葉凡第一眼看到馬子健的時候,就有這種感覺,因為這人太像自己當初了,不過除了膽子之外,他總是害怕做錯事讓家裏人不高興,可是越是如此,反而做事越發的束手束腳的,最後的結果就是,什麼都會做,但是什麼都不去做,因為一做就容易錯的。
這種怪異的感覺,讓葉凡上輩子一直都在一個怪圈子裏掙扎。
「那你說,非要打架嗎?」馬玉成從自己的沉思里醒來,看着葉凡問道。
「也不一定,如果您願意,可以讓他找個女生談個戀愛也好。」葉凡的這個建議一出來,就看到的眼神里竟然是雀躍,都是高中生了,竟然一點都不懂得表達。

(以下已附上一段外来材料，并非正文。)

//! How many electrons an avalanche makes of a few.

use crate::numeric::gamma::ln_rising_factorial;

/// Natural logarithm of the chance that n primary electrons become m in all.
///
/// ```text
///            n Γ(κm + m + 1)
/// P(n,m) = ─────────────────────── A^(n+κm) a^(m−n)      κ = k/(1−k),  A = (1 + k(M−1))/M,  a = 1 − A
///          m (m−n)! Γ(κm + n + 1)
///
/// k = 1:   P(n,m) = (n/m) (mμ)^(m−n) e^(−mμ)/(m−n)!      μ = (M−1)/M
/// ```
///
/// * `primaries` – n, whole, ≥ 1
/// * `electrons` – m, whole, ≥ n
/// * `gain` – M, mean gain, ≥ 1
/// * `ionisation_ratio` – k, 0 to 1
///
/// −∞ where it cannot be: with M = 1 only m = n is. Holds where the excess noise factor of
/// [`excess_noise_factor`](super::avalanche::excess_noise_factor) does. As k → 1 the gamma functions cancel; their ratio is taken as
/// one function, and k = 1 itself is the limit.
///
/// Source: R. J. McIntyre, IEEE Trans. Electron Devices ED-19, 703–713 (1972); k = 0 is the negative binomial, k = 1 that of E.
/// Borel and J. C. Tanner.
///
/// # Example
///
/// ```
/// use leastlight::physics::gain_distribution::ln_chance;
///
/// // At a mean gain of 10 and k = 0.4 more than a quarter of the electrons multiply nothing.
/// assert!((ln_chance(1.0, 1.0, 10.0, 0.4).exp() - 0.2741).abs() < 0.0001);
/// ```
pub fn ln_chance(primaries: f64, electrons: f64, gain: f64, ionisation_ratio: f64) -> f64 {
    debug_assert!(primaries >= 1.0 && electrons >= primaries && gain >= 1.0);
    let (n, m, k) = (primaries, electrons, ionisation_ratio);
    let made = m - n;
    if gain == 1.0 {
        return if made == 0.0 { 0.0 } else { f64::NEG_INFINITY };
    }
    let a = (1.0 - k) * (gain - 1.0) / gain;
    let start = libm::log(n / m) - ln_rising_factorial(1.0, made);
    if k == 1.0 {
        let mu = (gain - 1.0) / gain;
        return start + made * libm::log(m * mu) - m * mu;
    }
    let kappa_m = k / (1.0 - k) * m;
    // a to the power of `made` goes into the gamma functions' ratio, whose logarithm is huge without it as k → 1.
    let grown = ln_rising_factorial(kappa_m + n + 1.0, made) + made * libm::log(a);
    start + grown + (n + kappa_m) * libm::log1p(-a)
}
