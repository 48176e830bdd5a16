//! Avalanche gain against the voltage across the junction.

/// An avalanche region by Miller's formula.
///
/// ```text
/// M = 1 / (1 − (V/V_B)ⁿ)        0 ≤ V < V_B
/// ```
///
/// Empirical: n is fitted to a device, between about 1.5 and 7 for plain junctions and often below for structures with
/// separate absorption. V is what lies across the junction, so without the drop over resistances in series; with them see
/// [`bias`](super::bias).
///
/// Source: S. L. Miller, Phys. Rev. 99, 1234–1241 (1955).
///
/// # Example
///
/// ```
/// use leastlight::physics::miller::Miller;
///
/// let junction = Miller { breakdown_v: 60.0, exponent: 3.0 };
/// assert!((junction.gain(58.0).unwrap() - 10.34).abs() < 0.01);
/// assert!((junction.junction_v(10.34) - 58.0).abs() < 0.001);
/// assert_eq!(junction.gain(60.0), None); // breakdown
/// ```
#[derive(Clone, Copy, Debug, PartialEq)]
pub struct Miller {
    /// V_B in V, > 0.
    pub breakdown_v: f64,
    /// n, > 0.
    pub exponent: f64,
}

impl Miller {
    /// M at a voltage across the junction; nothing from breakdown on.
    ///
    /// * `junction_v` – V in V, ≥ 0
    pub fn gain(&self, junction_v: f64) -> Option<f64> {
        debug_assert!(junction_v >= 0.0);
        let ln_ratio = libm::log(junction_v / self.breakdown_v);
        // 1 − (V/V_B)ⁿ without cancelling near breakdown.
        let rest = -libm::expm1(self.exponent * ln_ratio);
        (rest > 0.0).then(|| 1.0 / rest)
    }

    /// V in V at which the gain is M: the inverse, without cancelling at any gain.
    ///
    /// ```text
    /// V = V_B (1 − 1/M)^(1/n)
    /// ```
    ///
    /// * `gain` – M, ≥ 1
    pub fn junction_v(&self, gain: f64) -> f64 {
        debug_assert!(gain >= 1.0);
        self.breakdown_v * libm::exp(libm::log1p(-1.0 / gain) / self.exponent)
    }

    /// dM/dV in 1/V.
    ///
    /// ```text
    /// dM/dV = M² (n/V_B) (V/V_B)ⁿ⁻¹
    /// ```
    ///
    /// * `gain` – M, ≥ 1
    /// * `junction_v` – V in V, > 0, the voltage that belongs to that gain
    ///
    /// Both are asked for, because near breakdown the gain cannot be had from a rounded voltage, nor near unit gain the
    /// voltage from a rounded gain.
    pub fn gain_per_v(&self, gain: f64, junction_v: f64) -> f64 {
        debug_assert!(gain >= 1.0 && junction_v > 0.0);
        let (n, u) = (self.exponent, junction_v / self.breakdown_v);
        gain * gain * n / self.breakdown_v * libm::pow(u, n - 1.0)
    }
}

馬玉成沒有想到事情會變成這樣子,最後發現倆個都是自己很痛惡的事,可是倆個又是好辦法,最後也沒辦法,只好說道,「我回去考慮一下,再回覆你。」
「好的,馬伯伯,我先回教室自習了。」葉凡站起來走到門口卻聽到馬玉成的話,「你剛才說,他要改名字,改成什麼?」
「老鼠。」葉凡說完就直接不見了。
「老鼠?膽小?」馬玉成看着馬子健,竟然有種重合的感覺,不由得站起來帶着馬子健出了辦公室的門,不知道如何是好。